The best way to think of karma is an energy that you’re creating every moment. Every intentional action or thought generates this energy.

We feel this every day, and it’s not stored for future punishment or reward.

However, if you’re reacting with anger all the time, you’re conditioning the mind for anger. Similarly, by reacting to things with peace and calm, you’re conditioning the mind for peace and calm.

All these qualities, such as anger, discontent, joy, harmony, etc can be seen as flowers and the seeds they sprout from.

When we’re born, all these mental qualities and emotions are seeds. Now imagine these seeds resting in the garden of your mind and constantly being either watered or neglected with your intentional thoughts.

Depending on what you do, you’re either watering the bad seeds or watering the good ones. These seeds can eventually grow into flowers or they can wither and die.

The important thing to realize is that the energy we give to these flowers is our karmic energy.

By living with mindfulness we can observe this karmic mind which is becoming conditioned in our minds and begin to change how we react in our daily lives.

Mindfulness gives us the ability to choose which flowers we water and which we don’t. Without mindfulness, we’re simply reactive to conditioned thought patterns.

So to use karma as a force for our own personal and spiritual development, a force for great good, you need only shine the light of mindfulness on your life to identify your karmic energy and work to heal any karmic energy holding you back.
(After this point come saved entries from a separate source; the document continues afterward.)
describe('tauline-steering-schedule', () => {
  it('<tauline-steering-schedule> is accessible (axe-core) with a plan', async () => {
    const el = await render();
    await expect(el).to.be.accessible();
  });

  it('readPlan(plan, scenario) turns ISO times into seconds since the epoch and sorts commands', () => {
    const r = readPlan(makePlan(), makeScenario());
    expect(r.ok).to.equal(true);
    if (!r.ok) return;
    expect(r.view.commands.map((c) => c.executeAt)).to.deep.equal([30000, 110000, 190000]);
    expect(r.view.tolerance).to.equal(5e-9);
    expect(r.view.maneuvers[0]!.at).to.equal(90000);
    expect(r.view.contacts.length).to.equal(3);
  });

  it('renders a command table with a row per command, kinds and steps with units', async () => {
    const el = await render();
    const rows = shadow(el).querySelectorAll('tbody tr');
    expect(rows.length).to.equal(3);
    const first = [...rows[0]!.querySelectorAll('td')].map((td) => td.textContent!.trim());
    // Uplink before Executes, in the order the CLI prints them.
    const head = [...shadow(el).querySelectorAll('thead th')].map((th) => th.textContent!.trim());
    expect(head.slice(1, 3)).to.deep.equal(['Uplink', 'Executes']);
    expect(first[0]).to.equal('2031-04-02 05:33:20 UTC');
    expect(first[1]).to.equal('2031-04-02 08:20:00 UTC');
    expect(first[2]).to.equal('frequency');
    expect(first[3]).to.equal('−6.000e−14');
    const third = [...rows[2]!.querySelectorAll('td')].map((td) => td.textContent!.trim());
    expect(third[3]).to.equal('−1.5 ns');
  });

  it('the canvas gets an accessible name computed from the data', async () => {
    const el = await render();
    const label = shadow(el).querySelector('canvas.data')!.getAttribute('aria-label')!;
    expect(label).to.contain('2031-04-02 00:00 UTC to 2031-04-05 00:00 UTC');
    expect(label).to.contain('3 commands (2 frequency, 1 phase)');
    expect(label).to.contain('tolerance of ±5 ns');
  });

  it('command markers differ by shape: triangles for frequency steps (by sign), a diamond for the phase step', async () => {
    const { commandShape } = await import('../src/steering-schedule/steering-schedule.js');
    expect(commandShape({ kind: 'frequency', step: -1e-14 })).to.equal('triangle-down');
    expect(commandShape({ kind: 'frequency', step: 1e-14 })).to.equal('triangle-up');
    expect(commandShape({ kind: 'phase', step: 1e-9 })).to.equal('diamond');
    const el = await render();
    expect((el as unknown as Internals)._markers.length).to.equal(3);
  });

  it('clicking a marker fires tauline-command-select (bubbling, composed) and highlights the row', async () => {
    const el = await render();
    const m = (el as unknown as Internals)._markers[1]!;
    const box = shadow(el).querySelector<HTMLElement>('.plot-box')!;
    const r = box.getBoundingClientRect();
    const init = { clientX: r.left + m.x, clientY: r.top + m.y, bubbles: true, pointerId: 1, button: 0 };
    setTimeout(() => {
      box.dispatchEvent(new PointerEvent('pointerdown', init));
      box.dispatchEvent(new PointerEvent('pointerup', init));
    });
    const ev = await oneEvent(document, 'tauline-command-select');
    expect(ev.detail.index).to.equal(1);
    expect(ev.detail.executeAtSeconds).to.equal(110000);
    expect(ev.detail.command.reason).to.equal('trim after manoeuvre');
    await el.updateComplete;
    expect(shadow(el).querySelector('tr[aria-current="true"]')!.getAttribute('data-index')).to.equal('1');
  });

  it('clicking a table row selects its command and fires the event', async () => {
    const el = await render();
    const row = shadow(el).querySelectorAll<HTMLElement>('tbody tr')[2]!;
    setTimeout(() => row.click());
    const ev = await oneEvent(el, 'tauline-command-select');
    expect(ev.detail.index).to.equal(2);
    expect(el.selectedIndex).to.equal(2);
  });

  it('setting plan, scenario or selectedIndex from the host fires no event', async () => {
    let fired = 0;
    const count = (): void => { fired++; };
    document.addEventListener('tauline-command-select', count);
    document.addEventListener('tauline-view-change', count);
    try {
      const el = await render();
      el.selectedIndex = 1;
      el.setView(10000, 50000);
      el.plan = makePlan();
      await el.updateComplete;
      expect(fired).to.equal(0);
    } finally {
      document.removeEventListener('tauline-command-select', count);
      document.removeEventListener('tauline-view-change', count);
    }
  });

  it('keyboard: → selects the next command, Shift+→ pans, + zooms, Home resets', async () => {
    const el = await render();
    const box = shadow(el).querySelector<HTMLElement>('.plot-box')!;
    box.focus();
    const selects: number[] = [];
    const views: Array<{ startSeconds: number; endSeconds: number }> = [];
    el.addEventListener('tauline-command-select', (e) => selects.push(e.detail.index));
    el.addEventListener('tauline-view-change', (e) => views.push(e.detail));
    await sendKeys({ press: 'ArrowRight' });
    await sendKeys({ press: 'ArrowRight' });
    await sendKeys({ press: 'ArrowLeft' });
    expect(selects).to.deep.equal([0, 1, 0]);
    await el.updateComplete;
    expect(shadow(el).querySelector('[aria-live]')!.textContent).to.contain('Command 1 of 3');
    await sendKeys({ press: '+' });
    expect(views.length).to.equal(1);
    const zoomed = views[0]!;
    expect(zoomed.endSeconds - zoomed.startSeconds).to.be.closeTo(0.8 * 259200, 1e-6);
    await sendKeys({ down: 'Shift' });
    await sendKeys({ press: 'ArrowRight' });
    await sendKeys({ up: 'Shift' });
    expect(views[1]!.startSeconds).to.be.greaterThan(zoomed.startSeconds);
    await sendKeys({ press: 'Home' });
    expect(el.view).to.deep.equal({ startSeconds: 0, endSeconds: 259200 });
  });

  it('mouse: the wheel zooms around the cursor and a drag pans, each firing tauline-view-change', async () => {
    const el = await render();
    const box = shadow(el).querySelector<HTMLElement>('.plot-box')!;
    const r = box.getBoundingClientRect();
    const sc = (el as unknown as Internals)._scales;
    const cx = r.left + sc.frame.left + sc.frame.width / 2, cy = r.top + sc.frame.top + 20;
    const anchor = sc.sx.invert(cx - r.left);
    setTimeout(() => box.dispatchEvent(new WheelEvent('wheel', { deltaY: -200, clientX: cx, clientY: cy, bubbles: true, cancelable: true })));
    const z = await oneEvent(el, 'tauline-view-change');
    expect(z.detail.endSeconds - z.detail.startSeconds).to.be.lessThan(259200);
    expect(z.detail.startSeconds).to.be.lessThan(anchor);
    expect(z.detail.endSeconds).to.be.greaterThan(anchor);
    await el.updateComplete;
    const before = el.view!.startSeconds;
    setTimeout(() => {
      box.dispatchEvent(new PointerEvent('pointerdown', { clientX: cx, clientY: cy, pointerId: 7, bubbles: true }));
      box.dispatchEvent(new PointerEvent('pointermove', { clientX: cx - 100, clientY: cy, pointerId: 7, bubbles: true }));
      box.dispatchEvent(new PointerEvent('pointerup', { clientX: cx - 100, clientY: cy, pointerId: 7, bubbles: true }));
    });
    const p = await oneEvent(el, 'tauline-view-change');
    expect(p.detail.startSeconds).to.be.greaterThan(before);
  });

  it('touch: a two-finger pinch zooms', async () => {
    const el = await render();
    const box = shadow(el).querySelector<HTMLElement>('.plot-box')!;
    const r = box.getBoundingClientRect();
    const y = r.top + 100, mid = r.left + 380;
    const pe = (type: string, id: number, x: number) => new PointerEvent(type, { clientX: x, clientY: y, pointerId: id, pointerType: 'touch', bubbles: true });
    box.dispatchEvent(pe('pointerdown', 1, mid - 50));
    box.dispatchEvent(pe('pointerdown', 2, mid + 50));
    box.dispatchEvent(pe('pointermove', 1, mid - 150));
    box.dispatchEvent(pe('pointermove', 2, mid + 150));
    const done = oneEvent(el, 'tauline-view-change');
    box.dispatchEvent(pe('pointerup', 1, mid - 150));
    box.dispatchEvent(pe('pointerup', 2, mid + 150));
    const ev = await done;
    expect(ev.detail.endSeconds - ev.detail.startSeconds).to.be.closeTo(259200 / 3, 259200 * 0.01);
  });

  it('hover shows a read-out with UTC time and the offset in the axis unit', async () => {
    const el = await render('y-unit=ns');
    const box = shadow(el).querySelector<HTMLElement>('.plot-box')!;
    const r = box.getBoundingClientRect();
    const sc = (el as unknown as Internals)._scales;
    box.dispatchEvent(new PointerEvent('pointermove', { clientX: r.left + sc.sx.map(0) + 0.2, clientY: r.top + sc.frame.top + 5, bubbles: true }));
    await el.updateComplete;
    const tip = shadow(el).querySelector('[part="tooltip"]')!.textContent!;
    expect(tip).to.contain('2031-04-02 00:00:00 UTC');
    expect(tip).to.match(/Steered\s*2 ns/);
    expect(tip).to.contain('±5 ns');
  });

  it('y-unit, sigma-multiple and no-table attributes map to properties', async () => {
    const el = await render('y-unit=us sigma-multiple=3 no-table');
    expect(el.yUnit).to.equal('us');
    expect(el.sigmaMultiple).to.equal(3);
    expect(el.noTable).to.equal(true);
    expect(shadow(el).querySelector('[part="legend"]')!.textContent).to.contain('±3σ uncertainty');
  });

  it('theming: --tauline-color-steered set on the page colours the steered line on the canvas', async () => {
    const wrap = await fixture<HTMLDivElement>(html`<div style="--tauline-color-steered: rgb(255, 0, 0); --tauline-color-uncertainty: rgb(0, 0, 255)"><tauline-steering-schedule style="width: 600px"></tauline-steering-schedule></div>`);
    const el = wrap.querySelector('tauline-steering-schedule')!;
    const flat = makePlan();
    flat.predicted.steered.phaseSeconds.fill(0);
    el.plan = flat;
    el.scenario = makeScenario();
    await el.updateComplete;
    const canvas = shadow(el).querySelector<HTMLCanvasElement>('canvas.data')!;
    const sc = (el as unknown as Internals)._scales;
    const ratio = canvas.width / canvas.getBoundingClientRect().width;
    const px = canvas.getContext('2d')!.getImageData(Math.round((sc.frame.left + 40) * ratio), Math.round(sc.sy.map(0) * ratio), 1, 1).data;
    expect([px[0], px[1], px[2]]).to.deep.equal([255, 0, 0]);
  });

  it('10^6 samples render through decimation: far fewer path vertices than samples', async () => {
    const el = await fixture<TaulineSteeringSchedule>(html`<tauline-steering-schedule style="width: 800px"></tauline-steering-schedule>`);
    el.plan = makePlan({ samples: 1_000_000 });
    el.scenario = makeScenario();
    await el.updateComplete;
    expect(shadow(el).querySelector('canvas.data')!.getAttribute('aria-label')).to.contain('3 commands');
    const { decimateLine, visibleRange } = await import('../src/internal/decimate.js');
    const d = (el as unknown as { _data: { t: Float64Array; steered: Float64Array } })._data;
    const [a, b] = visibleRange(d.t, 0, 259200);
    expect(decimateLine(d.t, d.steered, a, b, 0, 259200, 700).length).to.be.lessThan(3000);
  });

  it('error states: no plan, a malformed plan, a plan without epoch; each warns once and never throws', async () => {
    const w = await captureWarnings();
    try {
      const el = await fixture<TaulineSteeringSchedule>(html`<tauline-steering-schedule></tauline-steering-schedule>`);
      expect(shadow(el).querySelector('.state')!.textContent).to.contain('No steering plan');
      el.plan = { predicted: { t: [0, 1], steered: { phaseSeconds: [0] } } };
      el.scenario = makeScenario();
      await el.updateComplete;
      expect(shadow(el).querySelector('.state.error')!.textContent).to.contain('has 1 values but t has 2');
      el.plan = makePlan();
      el.scenario = { epoch: 'yesterday' };
      await el.updateComplete;
      expect(shadow(el).querySelector('.state.error')!.textContent).to.contain('scenario.epoch');
      el.plan = { predicted: { t: [0, 0], steered: { phaseSeconds: [0, 0] } } };
      el.scenario = makeScenario();
      await el.updateComplete;
      expect(shadow(el).querySelector('.state.error')!.textContent).to.contain('strictly ascending');
      expect(w.list.map((x) => x.code)).to.deep.equal(['invalid-plan']);
    } finally { w.restore(); }
  });

  it('the plan\'s caution is shown next to the table (flight-configuration outputs carry it)', async () => {
    const el = await fixture<TaulineSteeringSchedule>(html`<tauline-steering-schedule></tauline-steering-schedule>`);
    el.plan = { ...makePlan(), caution: 'Verify against the mission interface specification.' };
    el.scenario = makeScenario();
    await el.updateComplete;
    expect(shadow(el).querySelector('.caution')!.textContent).to.contain('Verify against');
  });

  it('a plan with NaN or Infinity in its series shows an alert and an invalid-data badge, never "feasible", and warns once', async () => {
    const w = await captureWarnings();
    try {
      const el = await fixture<TaulineSteeringSchedule>(html`<tauline-steering-schedule style="width: 760px"></tauline-steering-schedule>`);
      const plan = makePlan();
      plan.predicted.steered.phaseSeconds[10] = Number.NaN;
      plan.predicted.unsteered.sigmaSeconds = Float64Array.from(plan.predicted.unsteered.sigmaSeconds, (v, i) => (i === 3 ? Infinity : v));
      el.plan = plan;
      el.scenario = makeScenario();
      await el.updateComplete;
      const alert = shadow(el).querySelector('[role="alert"]')!;
      expect(alert.textContent).to.contain('plan.predicted.steered.phaseSeconds holds 1 non-finite value (first at index 10: NaN)');
      expect(alert.textContent).to.contain('plan.predicted.unsteered.sigmaSeconds holds 1 non-finite value (first at index 3: Infinity)');
      const badge = shadow(el).querySelector('.badge')!.textContent!;
      expect(badge).to.contain('invalid data');
      expect(badge).to.not.contain('feasible');
      expect(w.list.map((x) => x.code)).to.deep.equal(['invalid-plan-values']);
    } finally { w.restore(); }
  });

  it('a scenario with a NaN tolerance shows an alert naming scenario.tolerance.phaseSeconds instead of a "feasible" badge', async () => {
    const w = await captureWarnings();
    try {
      const el = await fixture<TaulineSteeringSchedule>(html`<tauline-steering-schedule style="width: 760px"></tauline-steering-schedule>`);
      el.plan = makePlan();
      el.scenario = { ...makeScenario(), tolerance: { phaseSeconds: Number.NaN, probability: 0.95 } };
      await el.updateComplete;
      expect(shadow(el).querySelector('[role="alert"]')!.textContent).to.contain('scenario.tolerance.phaseSeconds must be a positive number of seconds; received NaN');
      expect(shadow(el).querySelector('.badge')!.textContent).to.not.contain('feasible');
      expect(w.list.length).to.equal(1);
    } finally { w.restore(); }
  });

  it('an infeasible plan shows its reason and a not-feasible badge (text and symbol)', async () => {
    const el = await fixture<TaulineSteeringSchedule>(html`<tauline-steering-schedule></tauline-steering-schedule>`);
    el.plan = { ...makePlan(), feasible: false, reason: 'The actuator range cannot hold the tolerance after the manoeuvre.' };
    el.scenario = makeScenario();
    await el.updateComplete;
    expect(shadow(el).querySelector('.badge')!.textContent).to.contain('✕ not feasible');
    expect(shadow(el).querySelector('[role="note"]')!.textContent).to.contain('actuator range');
  });
});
Here’s an excellent example of how karma can come back to reward you in the future:

If you want to dive deeper into the meaning Karma, check out this excellent 30-minute video on what karma means:

In conclusion

Karma is a dynamic spiritual cycle of actions and effects that we directly control through our thoughts, decisions, and actions. When we create positive choices and thoughts, we will receive positive outcomes. Not because it is fated, but because this is the natural consequence of the previous actions we took.

By living with this knowledge of karma, we can let go of mental baggage and worries that we think are assigned to us and instead take control of our life.

Sure there are going to be outside factors that affect your life. But if you deepen your understanding of what true peace looks like, you’ll have the ability to experience life fully no matter what’s going on around you.

Karma shows that we have the freedom to decide what happens to us. It’s our intentional actions and thoughts that govern our lives.

If you’re interested in learning more about Buddhism and eastern philosophy, we’ve put together a no-nonsense guide. It’s a 96-page eBook and focuses on specific actions you can take to improve all aspects of daily living, including your relationships, emotional resilience, and state of mind.

What does your future hold?

A friend of mine was going through a crisis.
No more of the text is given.